Intro

Below, we are collecting possible thesis topics (for bachelor and/or master).

It is important to understand that these are just a selection of possibly interesting research questions, it is possible to do thesis topics on different topics, too, and to take the topics below just as an inspiration.

Some topics are also more an indication of a general area of topics.

Topics

Quantum Strongest Postcondition

To verify a (quantum) program behavior, Hoare triples are used. A well-studied concept in this setting is the weakest precondition transformer, which computes the most general precondition ensuring that a given postcondition holds after program execution. Similarly, one can define the strongest postcondition, which describes the most precise characterization of the states obtained after executing a quantum program from any state satisfying a given precondition. In this thesis, we aim to formally define the strongest postcondition for quantum programs, figure out how it can be computed for a concrete (theoretical) quantum programming language and show its relationship with weakest preconditions. It is also interesting to study diverging loops and if it is possible to define a quantitative version (similar to Quantitative Strongest Post).

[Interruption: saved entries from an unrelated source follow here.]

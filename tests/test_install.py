"""The wheel, built from a copy of this checkout and installed elsewhere, is a whole fieldcheck: rules and phone inside.

The normal run installs it into a virtual environment that borrows this one's dependencies; the `full` mark lets pip
install everything from the package index into an empty one.
"""

from __future__ import annotations

import json
import os
import re
import shutil
import signal
import subprocess
import sys
import sysconfig
import urllib.request
import venv
import zipfile
from collections.abc import Iterator
from pathlib import Path

import pytest

REPO = Path(__file__).resolve().parent.parent
SHIPPED = ("fieldcheck", "rules", "webui")
BESIDE = ("pyproject.toml", "README.md", "LICENSE", ".gitignore")
NOT_COPIED = shutil.ignore_patterns("__pycache__", "*.pyc", "dist", ".cache", "_data")


def copied(folder: Path) -> Path:
    """A copy of what the wheel is made from, so that nothing of this checkout is used or changed."""
    for name in SHIPPED:
        shutil.copytree(REPO / name, folder / name, ignore=NOT_COPIED)
    for name in BESIDE:
        shutil.copy(REPO / name, folder / name)
    return folder


@pytest.fixture(scope="module")
def wheel(tmp_path_factory: pytest.TempPathFactory) -> Path:
    """The wheel as `pip install .` builds it, with the build requirements of this environment."""
    source = copied(tmp_path_factory.mktemp("source"))
    out = tmp_path_factory.mktemp("wheel")
    command = [sys.executable, "-m", "build", "--wheel", "--no-isolation", "--outdir", str(out), str(source)]
    done = subprocess.run(command, capture_output=True, text=True, check=False, cwd=out)
    assert done.returncode == 0, done.stdout + done.stderr
    return next(out.glob("fieldcheck-*.whl"))


@pytest.fixture(scope="module")
def installed(wheel: Path, tmp_path_factory: pytest.TempPathFactory) -> Path:
    """bin/ of a virtual environment with the wheel alone; the dependencies come from this environment."""
    place = tmp_path_factory.mktemp("environment")
    venv.create(place, with_pip=False, symlinks=True)
    python = place / "bin" / "python"
    done = subprocess.run([sys.executable, "-m", "pip", "--python", str(python), "install", "--quiet", "--no-deps",
                           "--no-index", str(wheel)], capture_output=True, text=True, check=False, cwd=place)
    assert done.returncode == 0, done.stderr
    packages = next(place.glob("lib/python*/site-packages"))
    (packages / "borrowed.pth").write_text(sysconfig.get_paths()["purelib"] + "\n", encoding="utf-8")
    return place / "bin"


def run(bin_folder: Path, *arguments: str, home: Path) -> subprocess.CompletedProcess[str]:
    """A program of the environment, in an empty home and with nothing of this checkout on its path."""
    environment = {"PATH": f"{bin_folder}:/usr/bin:/bin", "HOME": str(home), "LANG": "C.UTF-8"}
    return subprocess.run([str(bin_folder / arguments[0]), *arguments[1:]], capture_output=True, text=True, check=False,
                          cwd=home, env=environment)


def test_rules_and_phone_are_inside_the_wheel(wheel: Path) -> None:
    names = set(zipfile.ZipFile(wheel).namelist())
    for path in (REPO / "rules").rglob("*.toml"):
        assert f"fieldcheck/_data/rules/{path.relative_to(REPO / 'rules')}" in names
    assert {"fieldcheck/_data/phone/index.html", "fieldcheck/_data/phone/manifest.json"} <= names
    listed = json.loads(zipfile.ZipFile(wheel).read("fieldcheck/_data/phone/manifest.json"))["files"]
    assert {f"fieldcheck/_data/phone/{name}" for name in listed} <= names
    assert len([name for name in names if re.match(r"fieldcheck/_data/phone/a/core\.[0-9a-f]{12}\.js", name)]) == 1


def test_everything_in_the_package_is_inside_the_wheel_and_nothing_else(wheel: Path) -> None:
    names = set(zipfile.ZipFile(wheel).namelist())
    there = {path.relative_to(REPO).as_posix() for path in (REPO / "fieldcheck").rglob("*")
             if path.is_file() and "__pycache__" not in path.parts and "_data" not in path.parts}
    assert there <= names
    other = [name for name in names - there if not name.startswith("fieldcheck/_data/") and ".dist-info/" not in name]
    assert other == []


def test_the_installed_program_is_that_of_the_wheel(installed: Path, tmp_path: Path) -> None:
    said = run(installed, "python", "-c", "import fieldcheck, sys; print(fieldcheck.__file__)", home=tmp_path).stdout
    assert said.startswith(str(installed.parent)) and str(REPO) not in said


def check_program(bin_folder: Path, home: Path) -> None:
    """Version, rules with their cases, numbers and a procedure, from the shipped files alone."""
    from fieldcheck import __version__

    said = run(bin_folder, "fieldcheck", "--version", home=home)
    assert (said.stdout, said.returncode) == (f"fieldcheck, version {__version__}\n", 0), said.stderr
    said = run(bin_folder, "fieldcheck", "rules", "check", home=home)
    assert said.returncode == 0, said.stdout + said.stderr
    said = run(bin_folder, "fieldcheck", "rules", "show", "contact-cleaning", home=home)
    assert said.returncode == 0 and len(said.stdout) > 1000, said.stderr
    said = run(bin_folder, "fieldcheck", "functions", "peak_of_sine", "v_rms=12±0.1 V", home=home)
    assert said.stdout.startswith("16.97 ± 0.28 V"), said.stderr  # 12 sqrt(2) = 16.97; 1.96 * 0.1 sqrt(2) = 0.277


def check_server(bin_folder: Path, home: Path) -> None:
    """`fieldcheck serve` hands out the phone of the wheel and its rulebook, from an empty workshop."""
    environment = {"PATH": f"{bin_folder}:/usr/bin:/bin", "HOME": str(home), "LANG": "C.UTF-8"}
    command = [str(bin_folder / "fieldcheck"), "serve", "--port", "0", "--data", str(home / "workshop")]
    process = subprocess.Popen(command, stderr=subprocess.PIPE, text=True, cwd=home, env=environment)
    try:
        said = addresses(process)
        with urllib.request.urlopen(said["phone"], timeout=30) as answer:
            page = answer.read().decode()
        first = re.search(r'src="([^"]*a/brython\.[0-9a-f]{12}\.js)"', page)
        assert first is not None
        with urllib.request.urlopen(said["phone"] + first.group(1), timeout=30) as answer:
            assert len(answer.read()) > 100_000
        with urllib.request.urlopen(said["desk"] + "api/rulebook", timeout=30) as answer:
            assert "contact-cleaning" in json.loads(answer.read())["index"]
    finally:
        process.send_signal(signal.SIGINT)
        process.wait(timeout=30)


def addresses(process: subprocess.Popen[str]) -> dict[str, str]:
    """The addresses that the server tells on standard error, once its port is open."""
    said: dict[str, str] = {}
    seen = ""
    for line in lines_of(process):
        seen += line
        found = re.match(r"(desk|phone)\s+(http://127\.0\.0\.1:\d+/\S*)", line)
        if found:
            said[found.group(1)] = found.group(2)
        if line.startswith("stop with"):
            return said
    raise AssertionError(seen)


def lines_of(process: subprocess.Popen[str]) -> Iterator[str]:
    assert process.stderr is not None
    yield from process.stderr


def test_the_installed_program_works_elsewhere(installed: Path, tmp_path: Path) -> None:
    check_program(installed, tmp_path)


def test_the_installed_desk_serves_the_phone_of_the_wheel(installed: Path, tmp_path: Path) -> None:
    check_server(installed, tmp_path)


@pytest.mark.full
def test_pip_install_into_an_empty_environment(tmp_path: Path) -> None:
    """As a person does it: pip fetches build requirements and dependencies from the index that this machine uses."""
    source = copied(tmp_path / "source")
    place = tmp_path / "environment"
    venv.create(place, with_pip=True, symlinks=True)
    allowed = {key: value for key, value in os.environ.items() if key.startswith(("PIP_", "SSL_", "REQUESTS_"))
               or key.lower() in ("http_proxy", "https_proxy", "no_proxy")}
    done = subprocess.run([str(place / "bin" / "python"), "-m", "pip", "install", "--quiet", str(source)],
                          capture_output=True, text=True, check=False, cwd=tmp_path,
                          env={"PATH": "/usr/bin:/bin", "HOME": os.environ.get("HOME", str(tmp_path)), **allowed})
    assert done.returncode == 0, done.stderr
    check_program(place / "bin", tmp_path)
    check_server(place / "bin", tmp_path)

Supervisor: Christina Gehnen

Ideal background: Quantum computing, (program) logics

Level: Bachelor

Precise complexity of the compressed oracle

In quantum cryptography, the “compressed oracles” (going back to Zhandry’s paper), it a powerful technique to reason about random-oracles, which in turn are a widely used modeling of hash functions. While the compressed oracle has a reasonably simple abstract description which is enough for many cryptographic proofs, for some proofs we need to know how efficient/inefficient it is to actually implement a compressed oracles as a quantum algorithm. The goal of this thesis would be to study efficient algorithms for implementing the compressed oracle to find out what the complexity of it actually is. This would include several (or all) of the following tasks:

Identification and use of suitable quantum datastructures
Design of the algorithm
Runtime analysis of the algorithm
Demo implementation
Formal verification that the algorithm does what it should

Supervisor: Dominique Unruh

Ideal background: Quantum computing, programming (from the theory point of view), algorithms, datastructures.

Level: Master

Something with theorem proving

Isabelle/Coq/Lean/etc.

Easycrypt/qrhl-tool/etc.

(Description follows.)

Decision procedures for quantum references

In a recent work of mine, I introduced the concept of quantum references. This is a theoretical tool for the use in quantum programming semantics and quantum program logics to meaningfully refer to a subsystem of quantum system (a formalization of what a “wire” is in a quantum circuit, so to say). In an ongoing project in the theorem prover Isabelle/HOL (qrhl-tool), I am using quantum references to reason about program variables and operations on them etc. This leads to a lot of questions that need to be checked automatically by the computer, e.g., whether a given construction built from individual references is a reference again, whether one reference is a strict superset of another reference, etc.

The topic of this thesis would be to develop decision procedures (algorithms) for answering all those questions and to implement them (preferably in Standard/ML, inside Isabelle/HOL).